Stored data
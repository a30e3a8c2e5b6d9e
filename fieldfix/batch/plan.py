"""Task planning and hashing: the inventory becomes tasks, each with a hash of what decides it.

One ``fieldmap`` task per field-map acquisition; per run with a field map one ``unwarp``
and one ``dropout`` task waiting for it; per subject one ``report`` task waiting for all of
that subject's tasks. A task whose inputs are known to be unusable (a problem found by
discovery: a missing file, a wrong sidecar value, an input outside the dataset) is planned
all the same and fails at once with that reason, so that every run with a field map is
either corrected or listed as a failure.

:func:`task_hash` covers the task kind and format, the fieldfix version, the parameters
(the processing options included), the run's metadata, the bytes of every input, and the
hashes of the tasks it depends on.
"""

from __future__ import annotations

import hashlib
import json
import os
from dataclasses import dataclass, field
from pathlib import Path
from typing import Mapping

from .. import __version__
from ..errors import InputError
from ..outdir import sha256_file
from ..outputs import RunPlanEntry
from ..records import Record
from ..units import PLAUSIBLE
from .bids import pe_code_problem
from .fieldmaps import declared_phase_units, number
from .inventory import FieldMapAcquisition, Inventory, Run
from .options import BatchOptions
from .params import DropoutParams, EpiGroupParams, FieldmapKind, GradientEchoParams, ScannerMapParams, UnwarpParams

__all__ = ["TASK_FORMAT", "Task", "TaskResult", "plan_tasks", "task_hash", "run_entries", "REPORT_FOLDER"]

#: Bumped when the meaning of a task's outputs changes, so that old outputs are redone.
TASK_FORMAT = 2
#: Folder of the derivatives that holds the per-subject reports (``<folder>/sub-<label>/``).
REPORT_FOLDER = "inspection"


@dataclass
class Task:
    """One unit of work of a batch.

    Attributes
    ----------
    task_id : str
        Unique, e.g. ``"fieldmap:sub-01_ses-1"`` or ``"unwarp:sub-01_ses-1_task-rest_bold"``.
    kind : str
        ``"fieldmap"``, ``"unwarp"``, ``"dropout"`` or ``"report"``.
    subject, session : str
    deps : tuple of str
        Task ids whose results this task needs.
    inputs : dict of str to str
        Role to absolute path of the raw input files (hashed).
    params : record of :mod:`.params`, or None
        The parameters (hashed as JSON), SI units; None for a report or a task that fails at once.
    out_dir : str
        Absolute folder of its derivatives.
    source : str
        BIDS file name whose entities the derivative names carry.
    dataset : str
        Absolute path of the raw dataset.
    metadata : dict
        The run's merged sidecar values, carried forward into the corrected series' sidecar
        (hashed).
    grids : dict of str to str
        ``"run"`` / ``"fieldmap"`` -> raw file (from the dataset root) whose grid a map is on.
    problems, warnings : list of str
        Known reasons why the task cannot run (it then fails at once with them); what was
        worked around.
    """

    task_id: str
    kind: str
    subject: str
    session: str
    deps: tuple[str, ...]
    inputs: dict[str, str]
    params: Record | None
    out_dir: str
    source: str
    dataset: str = ""
    metadata: dict = field(default_factory=dict)
    grids: dict[str, str] = field(default_factory=dict)
    problems: list[str] = field(default_factory=list)
    warnings: list[str] = field(default_factory=list)

    def parameters(self) -> dict:
        """The parameters as JSON values (what is hashed and recorded)."""
        return self.params.to_json() if self.params is not None else {}


@dataclass(frozen=True)
class TaskResult(Record):
    """What one task did (one entry of the batch log).

    ``outputs`` maps each output role to its path relative to the derivatives folder;
    ``summary`` is the derivative job summary (relative path) that readers open with the
    job's summary record (``UnwarpSummary.read`` ...).
    """

    task_id: str
    kind: str
    subject: str
    session: str
    status: str
    reason: str = ""
    hash: str | None = None
    outputs: dict[str, str] = field(default_factory=dict)
    summary: str | None = None
    started: str | None = None
    worker: str | None = None
    seconds: float = 0.0
    cpu_seconds: float = 0.0
    remarks: list[str] = field(default_factory=list)
    traceback: str | None = None

    @property
    def ok(self) -> bool:
        return self.status in ("done", "reused")


def _subject_folder(deriv: Path, subject: str, session: str) -> Path:
    folder = deriv / f"sub-{subject}"
    return folder / f"ses-{session}" if session else folder


def _fieldmap_params(fm: FieldMapAcquisition, options: BatchOptions) -> FieldmapKind:
    meta = fm.metadata
    if fm.kind == "phasediff":
        pd = meta.get("phasediff", {})
        return GradientEchoParams(kind=fm.kind, echo_times_s=[number(pd, "EchoTime1"), number(pd, "EchoTime2")],
                                  declared_phase_units=declared_phase_units(pd), **options.fieldmap_params())
    if fm.kind == "phase-pair":
        return GradientEchoParams(kind=fm.kind,
                                  echo_times_s=[number(meta.get(r, {}), "EchoTime") for r in ("phase1", "phase2")],
                                  declared_phase_units=declared_phase_units(meta.get("phase1", {})),
                                  **options.fieldmap_params())
    if fm.kind == "fieldmap":
        fmap = meta.get("fieldmap", {})
        return ScannerMapParams(kind=fm.kind, units=fmap.get("Units"),
                                field_strength_t=number(fmap, "MagneticFieldStrength"), smooth_mm=options.smooth_mm)
    if fm.kind == "epi":
        roles = sorted(fm.files)
        return EpiGroupParams(kind=fm.kind, roles=roles, pe_codes=[meta[r].get("PhaseEncodingDirection") for r in roles],
                              readout_times_s=[number(meta[r], "TotalReadoutTime") for r in roles],
                              echo_spacings_s=[number(meta[r], "EffectiveEchoSpacing") for r in roles])
    return FieldmapKind(kind=fm.kind)


def _fieldmap_task(fm: FieldMapAcquisition, root: Path, deriv: Path, options: BatchOptions) -> Task:
    return Task(task_id=f"fieldmap:{fm.key}", kind="fieldmap", subject=fm.subject, session=fm.session, deps=(),
                inputs={role: str(root / rel) for role, rel in sorted(fm.files.items())},
                params=_fieldmap_params(fm, options),
                out_dir=str(_subject_folder(deriv, fm.subject, fm.session) / "fmap"),
                source=f"{fm.key}_fieldmap.nii.gz", dataset=str(root), grids={"fieldmap": fm.primary},
                problems=list(fm.problems), warnings=list(fm.warnings))


def _echo_time(meta: dict) -> float | None:
    """The run's ``EchoTime`` (s) when it is a plausible EPI echo time, else None (the alignment then
    compares the magnitude alone, and says so)."""
    te = number(meta, "EchoTime")
    return te if PLAUSIBLE["te_s"].contains(te) else None


def _run_tasks(run: Run, fm: FieldMapAcquisition, root: Path, deriv: Path, options: BatchOptions) -> list[Task]:
    meta = run.metadata
    problems = list(run.problems)
    sidecar = run.path.rsplit(".nii", 1)[0] + ".json"
    pe = meta.get("PhaseEncodingDirection")
    problem = pe_code_problem(pe, sidecar)
    if problem:
        problems.append(problem)
    readout, spacing = number(meta, "TotalReadoutTime"), number(meta, "EffectiveEchoSpacing")
    if readout is None and spacing is None:
        problems.append(f"{sidecar}: sidecar has neither TotalReadoutTime nor EffectiveEchoSpacing")
    te = options.dropout_te_s if options.dropout_te_s is not None else number(meta, "EchoTime")
    common = dict(subject=run.subject, session=run.session, deps=(f"fieldmap:{fm.key}",),
                  inputs={"run": str(root / run.path)},
                  out_dir=str(_subject_folder(deriv, run.subject, run.session) / run.datatype),
                  source=Path(run.path).name, dataset=str(root), metadata=dict(meta),
                  grids={"run": run.path, "fieldmap": fm.primary})
    timing = dict(pe_code=pe if problem is None else None, readout_time_s=readout, echo_spacing_s=spacing)
    unwarp = Task(task_id=f"unwarp:{run.stem}", kind="unwarp",
                  params=UnwarpParams(**timing, te_s=_echo_time(meta), **options.unwarp_params()), problems=problems, **common)
    dropout_problems = list(run.problems) + ([] if te is not None else [f"{sidecar}: sidecar has no EchoTime"])
    dropout = Task(task_id=f"dropout:{run.stem}", kind="dropout",
                   params=DropoutParams(**timing, te_s=te, slice_thickness_mm=number(meta, "SliceThickness"),
                                        slice_encoding_direction=meta.get("SliceEncodingDirection"),
                                        **options.dropout_params()),
                   problems=dropout_problems, **common)
    return [unwarp, dropout]


def _unlinked_run_task(run: Run, root: Path, deriv: Path) -> Task:
    """A task that fails at once with the problems of a run whose field map cannot be found."""
    return Task(task_id=f"unwarp:{run.stem}", kind="unwarp", subject=run.subject, session=run.session, deps=(),
                inputs={}, params=None, out_dir=str(_subject_folder(deriv, run.subject, run.session) / run.datatype),
                source=Path(run.path).name, dataset=str(root), problems=list(run.problems))


def plan_tasks(inventory: Inventory, out_dir: str | os.PathLike, *, reports: bool = True,
               options: BatchOptions | None = None) -> list[Task]:
    """Turn an inventory into an ordered list of tasks with their dependencies.

    Field maps with no usable kind and no target are left out (they are listed in the
    summary's remarks); every other field map gets a task, also one with no target.

    Raises
    ------
    InputError
        When two tasks would share a name (duplicate file names in the dataset).

    Examples
    --------
    >>> tasks = plan_tasks(discover("/data/study"), "/data/out")   # doctest: +SKIP
    >>> tasks[0].task_id                                            # doctest: +SKIP
    'fieldmap:sub-01_ses-1'
    """
    options = options or BatchOptions()
    root = Path(inventory.root)
    deriv = Path(out_dir).expanduser().resolve()
    tasks: list[Task] = []
    by_subject: dict[str, list[str]] = {}
    planned = {}
    for fm in inventory.fieldmaps:
        if fm.kind == "unsupported" and not fm.targets:
            continue
        planned[fm.key] = fm
        tasks.append(_fieldmap_task(fm, root, deriv, options))
        by_subject.setdefault(fm.subject, []).append(tasks[-1].task_id)
    for run in inventory.runs:
        if run.fieldmap is None:
            if run.problems:  # an unreadable sidecar, a B0FieldSource that names nothing ...
                tasks.append(_unlinked_run_task(run, root, deriv))
                by_subject.setdefault(run.subject, []).append(tasks[-1].task_id)
            continue
        pair = _run_tasks(run, planned[run.fieldmap], root, deriv, options)
        tasks.extend(pair)
        by_subject.setdefault(run.subject, []).extend(t.task_id for t in pair)
    for subject in inventory.subjects if reports else ():
        deps = tuple(by_subject.get(subject, ()))
        if deps:
            tasks.append(Task(task_id=f"report:sub-{subject}", kind="report", subject=subject, session="", deps=deps,
                              inputs={}, params=None, out_dir=str(deriv / REPORT_FOLDER / f"sub-{subject}"),
                              source=f"sub-{subject}_report.html", dataset=str(root)))
    ids = [t.task_id for t in tasks]
    if len(set(ids)) != len(ids):
        twice = sorted({i for i in ids if ids.count(i) > 1})
        raise InputError(f"two tasks share the name {twice[0]}; the dataset has duplicate file names",
                         path=inventory.root)
    return tasks


def task_hash(task: Task, upstream: Mapping[str, TaskResult]) -> str:
    """SHA-256 over what determines a task's outputs (see the module docstring)."""
    record = {"kind": task.kind, "format": TASK_FORMAT, "fieldfix": __version__, "params": task.parameters(),
              "metadata": task.metadata, "source": task.source,
              "inputs": {role: sha256_file(p) for role, p in sorted(task.inputs.items())},
              "upstream": {dep: upstream[dep].hash for dep in sorted(upstream)}}
    text = json.dumps(record, sort_keys=True, default=str)
    return hashlib.sha256(text.encode("utf-8")).hexdigest()


def run_entries(inventory: Inventory, tasks: list[Task]) -> list[RunPlanEntry]:
    """One entry per EPI run: ``correct`` (with its field map's files) or ``skip`` with the reason."""
    by_id = {t.task_id: t for t in tasks}
    entries = []
    for run in inventory.runs:
        fm = next((f for f in inventory.fieldmaps if f.key == run.fieldmap), None)
        files = sorted(fm.files.values()) if fm is not None else []
        unwarp = by_id.get(f"unwarp:{run.stem}")
        if fm is None and unwarp is not None:
            entries.append(RunPlanEntry(run=run.path, fieldmap=[], action="skip", reason="; ".join(unwarp.problems)))
            continue
        if fm is None or unwarp is None:
            entries.append(RunPlanEntry(run=run.path, fieldmap=files, action="skip", reason=run.note))
            continue
        problems = [f"field map {fm.key}: {p}" for p in fm.problems] + unwarp.problems
        entries.append(RunPlanEntry(run=run.path, fieldmap=files, action="skip" if problems else "correct",
                                    reason="; ".join(problems) if problems else run.note))
    return entries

● **What to do**: Pull every line that holds the string "fmap" out of the records.

● **Answer for this exercise**:
        fmap = meta.get("fieldmap", {})
        return ScannerMapParams(kind=fm.kind, units=fmap.get("Units"),
                                field_strength_t=number(fmap, "MagneticFieldStrength"), smooth_mm=options.smooth_mm)
                out_dir=str(_subject_folder(deriv, fm.subject, fm.session) / "fmap"),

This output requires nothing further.